Data records |
package heat_test

import (
	"context"
	"errors"
	"math"
	"strings"
	"testing"

	"keelfall/column"
	"keelfall/solver/heat"

	"pgregory.net/rapid"
)

// TestAnyStart: whatever the temperatures at the start, the column comes to Steady's.
func TestAnyStart(t *testing.T) {
	rapid.Check(t, func(t *rapid.T) {
		a, b := granite("a", 30e3), granite("b", 50e3)
		a.Conductivity = column.Conductivity{Reference: rapid.Float64Range(2, 4).Draw(t, "k"), PerKelvin: 8e-4, At: 293.15}
		a.HeatProduction = column.HeatProduction{Top: rapid.Float64Range(0, 3e-6).Draw(t, "H"), DecayLength: 12e3}
		c := cooled(280, rapid.Float64Range(900, 1600).Draw(t, "base"), a, b)
		want, err := heat.Steady(c)
		if err != nil {
			t.Fatal(err)
		}
		start := *c
		start.Geotherm = []column.Point{{Depth: 0, Temperature: 280}, {Depth: 25e3, Temperature: rapid.Float64Range(300, 1800).Draw(t, "T")}, {Depth: 80e3, Temperature: 1200}}
		h, err := heat.Run(context.Background(), heat.Plan{Column: &start}, 2000*myr, []float64{2000 * myr})
		if err != nil {
			t.Fatal(err)
		}
		got := h.Snapshots[0].Profile
		for z := 1e3; z < 80e3; z += 3.7e3 {
			i := 0
			if z > 30e3 {
				i = 1
			}
			A, _, _ := got.Layers[i].At(z)
			B, _, _ := want.Layers[i].At(z)
			if math.Abs(A-B) > 0.1 {
				t.Fatalf("%g K at %g m, steady %g", A, z, B)
			}
		}
		if !close(got.SurfaceFlow, want.SurfaceFlow, 1e-3) {
			t.Fatalf("surface flow %g, steady %g", got.SurfaceFlow, want.SurfaceFlow)
		}
	})
}

// TestScale: lengths times s, times s², rates of rock 1/s, of stretching 1/s², and
// temperatures are the same at fixed κ. Pressure is kept out of it: g falls as 1/s.
func TestScale(t *testing.T) {
	rapid.Check(t, func(t *rapid.T) {
		h := rapid.Float64Range(5e3, 30e3).Draw(t, "thickness")
		sheet := rapid.Float64Range(0.05, 0.3).Draw(t, "sheet")
		at := rapid.Float64Range(0.2, 2).Draw(t, "time") * myr
		v := rapid.Float64Range(-1e-11, 1e-11).Draw(t, "rate")
		run := func(s float64) *heat.Profile {
			c := cooled(280, 1500, granite("a", s*h), granite("b", s*20e3))
			c.Gravity /= s
			ev, err := heat.Begin(heat.Plan{Column: c, ExtensionRate: 2e-15 / (s * s),
				Events: []heat.Event{{Verb: "intrude", Name: "s", Layer: "a", From: 0.1 * at * s * s, Thickness: s * sheet * h, Temperature: 1400, Rock: granite("", 1).Rock}}})
			if err != nil {
				t.Fatal(err)
			}
			if err := ev.Flux(heat.Flux{Layer: "b", Rate: v / s, Temperature: 1300}); err != nil {
				t.Fatal(err)
			}
			if err := ev.Advance(context.Background(), at*s*s); err != nil {
				t.Fatal(err)
			}
			_, p, err := ev.Snapshot()
			if err != nil {
				t.Fatal(err)
			}
			return p
		}
		const s = 4 // a power of 2: the arithmetic is the same but for a few constants
		a, b := run(1), run(s)
		for i := range a.Layers {
			for x := 0.0; x <= 1; x += 0.1 {
				A, _, _ := a.Layers[i].At(a.Layers[i].Top + x*(a.Layers[i].Bottom-a.Layers[i].Top))
				B, _, _ := b.Layers[i].At(b.Layers[i].Top + x*(b.Layers[i].Bottom-b.Layers[i].Top))
				if math.Abs(A-B) > 0.3 {
					t.Fatalf("layer %d at %g: %g K and %g K", i, x, A, B)
				}
			}
		}
	})
}

// TestMarkers: rock rises as what is above it erodes, at the rate of erosion, and its path
// ends where it reaches the surface; stretching by β thins what is above by β; burial and
// a sheet push down; what is removed is gone.
func TestMarkers(t *testing.T) {
	c := cooled(280, 1500, granite("a", 30e3), granite("b", 30e3))
	c.Base.Boundary, c.Base.Rock = column.HalfSpace, c.Layers[0].Rock
	const mm = 1e-3 / (1e-6 * myr)
	ev := begin(t, heat.Plan{Column: c, Markers: []heat.Marker{{Name: "shallow", Depth: 3e3}, {Name: "deep", Depth: 20e3}, {Name: "foot", BaseOf: "b"}, {Name: "upper b", Depth: 40e3}},
		Events: []heat.Event{
			{Verb: "erode", From: 0, To: 5 * myr, Rate: 1 * mm},
			{Verb: "stretch", From: 5 * myr, To: 10 * myr, Rate: math.Log(2) / (5 * myr)},
			{Verb: "bury", Name: "sand", From: 10 * myr, To: 12 * myr, Rate: 0.5 * mm, Rock: granite("", 1).Rock},
			{Verb: "intrude", Name: "sheet", Layer: "a", From: 12 * myr, Thickness: 700, Temperature: 1400, Rock: granite("", 1).Rock},
			{Verb: "remove", Layer: "b", From: 13 * myr, Share: 0.5},
		}})
	at := func(when float64) []heat.Path {
		advance(t, ev, when)
		return ev.Paths()
	}
	depth := func(p heat.Path) float64 { return p.Depth[len(p.Depth)-1] }
	p := at(5 * myr)
	if !p[0].Ended || p[0].Reason != "eroded" || math.Abs(p[0].Time[len(p[0].Time)-1]-3*myr) > 0.2*myr {
		t.Errorf("shallow: %v %q at %g Myr", p[0].Ended, p[0].Reason, p[0].Time[len(p[0].Time)-1]/myr)
	}
	if !close(depth(p[1]), 15e3, 1e-6) || p[1].Layer != "a" {
		t.Errorf("deep: %g m", depth(p[1]))
	}
	if !close(p[1].P[len(p[1].P)-1], 3000*9.81*15e3, 1e-6) {
		t.Errorf("deep: %g Pa", p[1].P[len(p[1].P)-1])
	}
	p = at(10 * myr)
	if !close(depth(p[1]), 7.5e3, 1e-5) || !close(depth(p[2]), 27.5e3, 1e-5) {
		t.Errorf("after stretching by 2: %g and %g m", depth(p[1]), depth(p[2]))
	}
	p = at(12 * myr)
	if !close(depth(p[1]), 8.5e3, 1e-5) || !close(depth(p[2]), 29.2e3, 1e-5) {
		t.Errorf("after burial and the sheet: %g and %g m", depth(p[1]), depth(p[2]))
	}
	snap, _, err := ev.Snapshot()
	if err != nil {
		t.Fatal(err)
	}
	var names []string
	for _, l := range snap.Layers {
		names = append(names, l.Name)
	}
	if got := strings.Join(names, ","); got != "sand,a,sheet,b,asthenosphere" || !close(snap.Depth(), 60e3, 1e-5) {
		t.Errorf("layers %s, %g m", got, snap.Depth())
	}
	p = at(14 * myr)
	if !p[2].Ended || p[2].Reason != "removed with its part of b" || p[3].Ended {
		t.Errorf("foot: %v %q; upper b %v %q", p[2].Ended, p[2].Reason, p[3].Ended, p[3].Reason)
	}
	balanced(t, ev)
}

// TestMistakes: the plan is refused before anything runs, with number and name.
func TestMistakes(t *testing.T) {
	rock := granite("", 1).Rock
	for _, c := range []struct {
		events []heat.Event
		want   string
	}{
		{[]heat.Event{{Verb: "stretch", To: 2, Rate: 1e-15}, {Verb: "stretch", From: 1, To: 3, Rate: 1e-15}}, "events[1] (stretch): with events[0] (stretch): two extension rates"},
		{[]heat.Event{{Verb: "erode", To: 2, Rate: 1e-15}, {Verb: "bury", Name: "n", From: 1, To: 3, Rate: 1e-15, Rock: rock}}, "two rates at the surface"},
		{[]heat.Event{{Verb: "accumulate", Layer: "a", To: 2, Rate: 1e-15}, {Verb: "accumulate", Layer: "a", From: 1, To: 3, Rate: 1e-15}}, "both add to one layer"},
		{[]heat.Event{{Verb: "intrude", Name: "s", Layer: "nowhere", Thickness: 1, Temperature: 1000, Rock: rock}}, `events[0] (intrude s): there is no layer "nowhere"`},
		{[]heat.Event{{Verb: "intrude", Name: "a", Layer: "a", Thickness: 1, Temperature: 1000, Rock: rock}}, `there is a layer "a" already`},
		{[]heat.Event{{Verb: "erode", From: 3 * myr, To: 2 * myr, Rate: 1}}, "it ends at 2 Myr, not after it begins at 3 Myr"},
		{[]heat.Event{{Verb: "erode", From: 0, To: myr, Rate: 1e-8}}, "by 1 Myr the whole column is eroded away"},
		{[]heat.Event{{Verb: "remove", Layer: "a", Share: 1.5}}, "share 1.5"},
		{[]heat.Event{{Verb: "remove", Layer: "a", Share: 1}, {Verb: "accumulate", Layer: "a", From: myr, To: 2 * myr, Rate: 1e-12}}, `there is no layer "a" at 1 Myr`},
		{[]heat.Event{{Verb: "sing"}}, "no such verb"},
		{[]heat.Event{{Verb: "stretch", From: -1, To: 2}}, "before the start"},
		{[]heat.Event{{Verb: "change-base"}}, "temperature or a heat flow"},
	} {
		_, err := heat.Begin(heat.Plan{Column: cooled(280, 1500, granite("a", 30e3), granite("b", 30e3)), Events: c.events})
		if err == nil || !strings.Contains(err.Error(), c.want) {
			t.Errorf("%+v: %v, want %q", c.events, err, c.want)
		}
	}
	for _, m := range []heat.Marker{{Name: "m", Depth: 61e3}, {Name: "m", Depth: -1}, {Name: "m", BaseOf: "c"}} {
		if _, err := heat.Begin(heat.Plan{Column: cooled(280, 1500, granite("a", 30e3), granite("b", 30e3)), Markers: []heat.Marker{m}}); err == nil {
			t.Errorf("%+v was taken", m)
		}
	}
	cold := cooled(280, 1500, granite("a", 30e3))
	cold.Base = column.Base{Boundary: column.Rigid}
	if _, err := heat.Begin(heat.Plan{Column: cold}); err == nil {
		t.Error("a column without a temperature was taken")
	}
}

// TestCancelled: a cancelled context stops at once.
func TestCancelled(t *testing.T) {
	ctx, cancel := context.WithCancel(context.Background())
	cancel()
	ev := begin(t, speedPlan())
	if err := ev.Advance(ctx, 100*myr); !errors.Is(err, context.Canceled) || ev.Time() > 0 {
		t.Errorf("%v at %g", err, ev.Time())
	}
}

// TestRateReplaced: a stretch event replaces the background rate for its time, and Next
// names the times of all changes.
func TestRateReplaced(t *testing.T) {
	ev := begin(t, heat.Plan{Column: cooled(280, 1500, granite("a", 60e3)), ExtensionRate: 1e-16, Events: []heat.Event{{Verb: "stretch", From: 1 * myr, To: 2 * myr, Rate: -3e-16}}})
	for _, want := range []struct{ next, rate float64 }{{1 * myr, 1e-16}, {2 * myr, -3e-16}, {math.Inf(1), 1e-16}} {
		if ev.Next() != want.next || ev.ExtensionRate() != want.rate {
			t.Errorf("at %g: next %g, rate %g; want %+v", ev.Time(), ev.Next(), ev.ExtensionRate(), want)
		}
		if !math.IsInf(want.next, 1) {
			advance(t, ev, want.next)
		}
	}
}

// TestReaction: at one temperature X = cap (1 − exp(−kt)), k = r₀ exp(−E/RT); the layer
// becomes thinner by the ratio of densities at the same mass, 1/ρ = (1 − X)/ρ_A + X/ρ_B.
func TestReaction(t *testing.T) {
	a := granite("a", 20e3)
	const T, E, cap = 1000.0, 200e3, 0.8
	k := 1e-3 * math.Exp(-E/(8.31446261815324*T))
	a.Density = column.Reaction{Protolith: column.Uniform(2900), Product: column.Uniform(3400), Cap: cap, Kinetics: &column.Kinetics{Prefactor: 1e-3, ActivationEnergy: E}}
	c := cooled(T, T, a)
	isothermal(c, T)
	ev := begin(t, heat.Plan{Column: c})
	at := 1.5 / k
	advance(t, ev, at)
	X := cap * -math.Expm1(-1.5)
	got := ev.Root().Reacted
	if !close(got, X, 1e-9) {
		t.Errorf("X = %.12g, want %.12g", got, X)
	}
	snap, _, err := ev.Snapshot()
	if err != nil {
		t.Fatal(err)
	}
	if want := 20e3 * 2900 * ((1-X)/2900 + X/3400); !close(snap.Depth(), want, 1e-9) {
		t.Errorf("%g m, want %g", snap.Depth(), want)
	}
}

Work instruction | Filter the entries and copy out every line with the word "cold".

Reply |
	cold := cooled(280, 1500, granite("a", 30e3))
	cold.Base = column.Base{Boundary: column.Rigid}
	if _, err := heat.Begin(heat.Plan{Column: cold}); err == nil {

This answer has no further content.